Data in this exercise
== Segment start ==

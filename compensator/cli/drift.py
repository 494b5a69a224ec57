"""``compensator drift``: gain drift, residual temperature coefficient and Allan deviation of logged runs."""

from __future__ import annotations

import math

from compensator.cli._common import add_json_flag, format_table, positive_float, print_json, usage_error

__all__ = ["register", "run"]

ORDER = 82
COMMAND = "drift"
HELP = "drift per day, residual temperature coefficient and Allan deviation of logbooks (one row per unit)"


def register(subparsers) -> None:
    parser = subparsers.add_parser(COMMAND, help=HELP, description=(
        "Analyse one or more logbooks written by `compensator log`: gain drift per day with its confidence "
        "interval, residual temperature coefficient from a joint fit gain ~ a + b T + c t, overlapping Allan "
        "deviation of gain, bias and temperature, gaps and a fault timeline. Several logbooks give one row "
        "per unit and the fleet's spread. The files are only read, also while a logger writes to them."))
    parser.add_argument("logbooks", nargs="+", metavar="RUN.sqlite", help="logbook files")
    parser.add_argument("--sipm", metavar="FILE", help=(
        "SiPM profile: without a logged dark-peak gain, use bias minus its breakdown voltage as the gain proxy"))
    parser.add_argument("--bin-s", type=positive_float, metavar="S", help="bin width of the drift fit, seconds "
                        "(default 3600, shorter for runs under two days)")
    parser.add_argument("--confidence", type=positive_float, default=0.95, metavar="P",
                        help="two-sided level of the intervals (default 0.95)")
    parser.add_argument("--report", metavar="DIR", help="write PNG figures and a self-contained HTML report here")
    parser.add_argument("--force", action="store_true", help="replace existing report files")
    add_json_flag(parser)
    parser.set_defaults(handler=run)


def _ci(pair) -> str:
    lo, hi = pair
    return "n/a" if not (math.isfinite(lo) and math.isfinite(hi)) else f"[{lo:+.4f}, {hi:+.4f}]"


def _print_unit(report) -> None:
    level = f"{100 * report.confidence_fraction:g} %"
    print(f"{report.unit_id} ({report.logbook}): {report.samples} samples in {report.sessions} session{'' if report.sessions == 1 else 's'} over "
          f"{report.duration_s / 86400:.3f} days, {report.samples_used} used; gain from {report.gain_source}")
    rows = [
        ("drift_pct_per_day", report.drift_pct_per_day, f"{level}: {_ci(report.drift_ci_pct_per_day)}"),
        ("residual_tempco_pct_per_k", report.residual_tempco_pct_per_k,
         f"{level}: {_ci(report.residual_tempco_ci_pct_per_k)}"),
        ("drift_time_only_pct_per_day", report.drift_time_only_pct_per_day,
         f"{level}: {_ci(report.drift_time_only_ci_pct_per_day)}"),
        ("time_temp_correlation", report.time_temp_correlation,
         f"variance inflation {report.variance_inflation:.2f}"),
        ("gain_peak_to_peak_pct", report.gain_peak_to_peak_pct, f"{report.bins} bins of {report.bin_s:g} s"),
    ]
    for curve in report.allan:
        rows.append((f"allan {curve.quantity} minimum", curve.minimum_deviation_in_quantity_unit,
                     f"at tau_s = {curve.minimum_tau_s:g}"))
    rows.append(("gaps", len(report.gaps), f"{report.gap_total_s:.0f} s without telemetry"))
    for fault in report.fault_summary:
        rows.append((f"fault {fault.fault}", fault.intervals, f"{fault.total_s:.0f} s in total"))
    print(format_table(rows, ["figure", "value", "note"], ["", ".5g", ""]))
    for finding in report.findings:
        print(f"{finding.severity.value}: {finding.message}")


def run(args) -> int:
    from compensator.drift.files import analyse_logbooks
    from compensator.drift.report import write_report

    from compensator.cli.export import refuse_repeated_logbooks

    if not 0.5 <= args.confidence <= 0.999:
        raise usage_error("--confidence", f"must be between 0.5 and 0.999, got {args.confidence}")
    refuse_repeated_logbooks(args.logbooks)
    sipm = None
    if args.sipm:
        from compensator.profiles import load_sipm

        sipm = load_sipm(args.sipm)
    analysis = analyse_logbooks(args.logbooks, sipm=sipm, bin_s=args.bin_s, confidence=args.confidence,
                                keep_runs=bool(args.report))
    summary = analysis.summary
    written = []
    if args.report:
        written = write_report(args.report, analysis.runs, summary, breakdown_v=analysis.breakdown_v,
                               overwrite=args.force)
    if args.json:
        print_json(summary.unit_reports[0] if len(summary.unit_reports) == 1 else summary)
    else:
        if len(summary.unit_reports) > 1:
            rows = [(r.unit_id, r.samples, r.duration_s / 86400, r.drift_pct_per_day, _ci(r.drift_ci_pct_per_day),
                     r.residual_tempco_pct_per_k, r.gain_source) for r in summary.unit_reports]
            print(format_table(rows, ["unit", "samples", "days", "drift_pct_per_day", "interval",
                                      "residual_tempco_pct_per_k", "gain_source"],
                               ["", "d", ".2f", "+.4f", "", "+.4f", ""]))
            print()
            print(format_table([(s.quantity, s.unit_count, s.mean_in_quantity_unit, s.std_in_quantity_unit, s.minimum_in_quantity_unit, s.maximum_in_quantity_unit, s.largest_abs_unit)
                                for s in summary.spread],
                               ["fleet", "units", "mean", "std_1sigma", "min", "max", "largest_abs_unit"],
                               ["", "d", "+.4g", ".4g", "+.4g", "+.4g", ""]))
            for finding in summary.findings:
                print(f"{finding.severity.value}: {finding.message}")
            print()
        for report in summary.unit_reports:
            _print_unit(report)
            print()
        if written:
            print(f"report: {written[-1]}")
    return 0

== Segment end ==

Task objective
Transcription of the entire listing, word for word, is required.

Response to this exercise
filename compensator/cli/drift.py
repository 494b5a69a224ec57
"""``compensator drift``: gain drift, residual temperature coefficient and Allan deviation of logged runs."""

from __future__ import annotations

import math

from compensator.cli._common import add_json_flag, format_table, positive_float, print_json, usage_error

__all__ = ["register", "run"]

ORDER = 82
COMMAND = "drift"
HELP = "drift per day, residual temperature coefficient and Allan deviation of logbooks (one row per unit)"


def register(subparsers) -> None:
    parser = subparsers.add_parser(COMMAND, help=HELP, description=(
        "Analyse one or more logbooks written by `compensator log`: gain drift per day with its confidence "
        "interval, residual temperature coefficient from a joint fit gain ~ a + b T + c t, overlapping Allan "
        "deviation of gain, bias and temperature, gaps and a fault timeline. Several logbooks give one row "
        "per unit and the fleet's spread. The files are only read, also while a logger writes to them."))
    parser.add_argument("logbooks", nargs="+", metavar="RUN.sqlite", help="logbook files")
    parser.add_argument("--sipm", metavar="FILE", help=(
        "SiPM profile: without a logged dark-peak gain, use bias minus its breakdown voltage as the gain proxy"))
    parser.add_argument("--bin-s", type=positive_float, metavar="S", help="bin width of the drift fit, seconds "
                        "(default 3600, shorter for runs under two days)")
    parser.add_argument("--confidence", type=positive_float, default=0.95, metavar="P",
                        help="two-sided level of the intervals (default 0.95)")
    parser.add_argument("--report", metavar="DIR", help="write PNG figures and a self-contained HTML report here")
    parser.add_argument("--force", action="store_true", help="replace existing report files")
    add_json_flag(parser)
    parser.set_defaults(handler=run)


def _ci(pair) -> str:
    lo, hi = pair
    return "n/a" if not (math.isfinite(lo) and math.isfinite(hi)) else f"[{lo:+.4f}, {hi:+.4f}]"


def _print_unit(report) -> None:
    level = f"{100 * report.confidence_fraction:g} %"
    print(f"{report.unit_id} ({report.logbook}): {report.samples} samples in {report.sessions} session{'' if report.sessions == 1 else 's'} over "
          f"{report.duration_s / 86400:.3f} days, {report.samples_used} used; gain from {report.gain_source}")
    rows = [
        ("drift_pct_per_day", report.drift_pct_per_day, f"{level}: {_ci(report.drift_ci_pct_per_day)}"),
        ("residual_tempco_pct_per_k", report.residual_tempco_pct_per_k,
         f"{level}: {_ci(report.residual_tempco_ci_pct_per_k)}"),
        ("drift_time_only_pct_per_day", report.drift_time_only_pct_per_day,
         f"{level}: {_ci(report.drift_time_only_ci_pct_per_day)}"),
        ("time_temp_correlation", report.time_temp_correlation,
         f"variance inflation {report.variance_inflation:.2f}"),
        ("gain_peak_to_peak_pct", report.gain_peak_to_peak_pct, f"{report.bins} bins of {report.bin_s:g} s"),
    ]
    for curve in report.allan:
        rows.append((f"allan {curve.quantity} minimum", curve.minimum_deviation_in_quantity_unit,
                     f"at tau_s = {curve.minimum_tau_s:g}"))
    rows.append(("gaps", len(report.gaps), f"{report.gap_total_s:.0f} s without telemetry"))
    for fault in report.fault_summary:
        rows.append((f"fault {fault.fault}", fault.intervals, f"{fault.total_s:.0f} s in total"))
    print(format_table(rows, ["figure", "value", "note"], ["", ".5g", ""]))
    for finding in report.findings:
        print(f"{finding.severity.value}: {finding.message}")


def run(args) -> int:
    from compensator.drift.files import analyse_logbooks
    from compensator.drift.report import write_report

    from compensator.cli.export import refuse_repeated_logbooks

    if not 0.5 <= args.confidence <= 0.999:
        raise usage_error("--confidence", f"must be between 0.5 and 0.999, got {args.confidence}")
    refuse_repeated_logbooks(args.logbooks)
    sipm = None
    if args.sipm:
        from compensator.profiles import load_sipm

        sipm = load_sipm(args.sipm)
    analysis = analyse_logbooks(args.logbooks, sipm=sipm, bin_s=args.bin_s, confidence=args.confidence,
                                keep_runs=bool(args.report))
    summary = analysis.summary
    written = []
    if args.report:
        written = write_report(args.report, analysis.runs, summary, breakdown_v=analysis.breakdown_v,
                               overwrite=args.force)
    if args.json:
        print_json(summary.unit_reports[0] if len(summary.unit_reports) == 1 else summary)
    else:
        if len(summary.unit_reports) > 1:
            rows = [(r.unit_id, r.samples, r.duration_s / 86400, r.drift_pct_per_day, _ci(r.drift_ci_pct_per_day),
                     r.residual_tempco_pct_per_k, r.gain_source) for r in summary.unit_reports]
            print(format_table(rows, ["unit", "samples", "days", "drift_pct_per_day", "interval",
                                      "residual_tempco_pct_per_k", "gain_source"],
                               ["", "d", ".2f", "+.4f", "", "+.4f", ""]))
            print()
            print(format_table([(s.quantity, s.unit_count, s.mean_in_quantity_unit, s.std_in_quantity_unit, s.minimum_in_quantity_unit, s.maximum_in_quantity_unit, s.largest_abs_unit)
                                for s in summary.spread],
                               ["fleet", "units", "mean", "std_1sigma", "min", "max", "largest_abs_unit"],
                               ["", "d", "+.4g", ".4g", "+.4g", "+.4g", ""]))
            for finding in summary.findings:
                print(f"{finding.severity.value}: {finding.message}")
            print()
        for report in summary.unit_reports:
            _print_unit(report)
            print()
        if written:
            print(f"report: {written[-1]}")
    return 0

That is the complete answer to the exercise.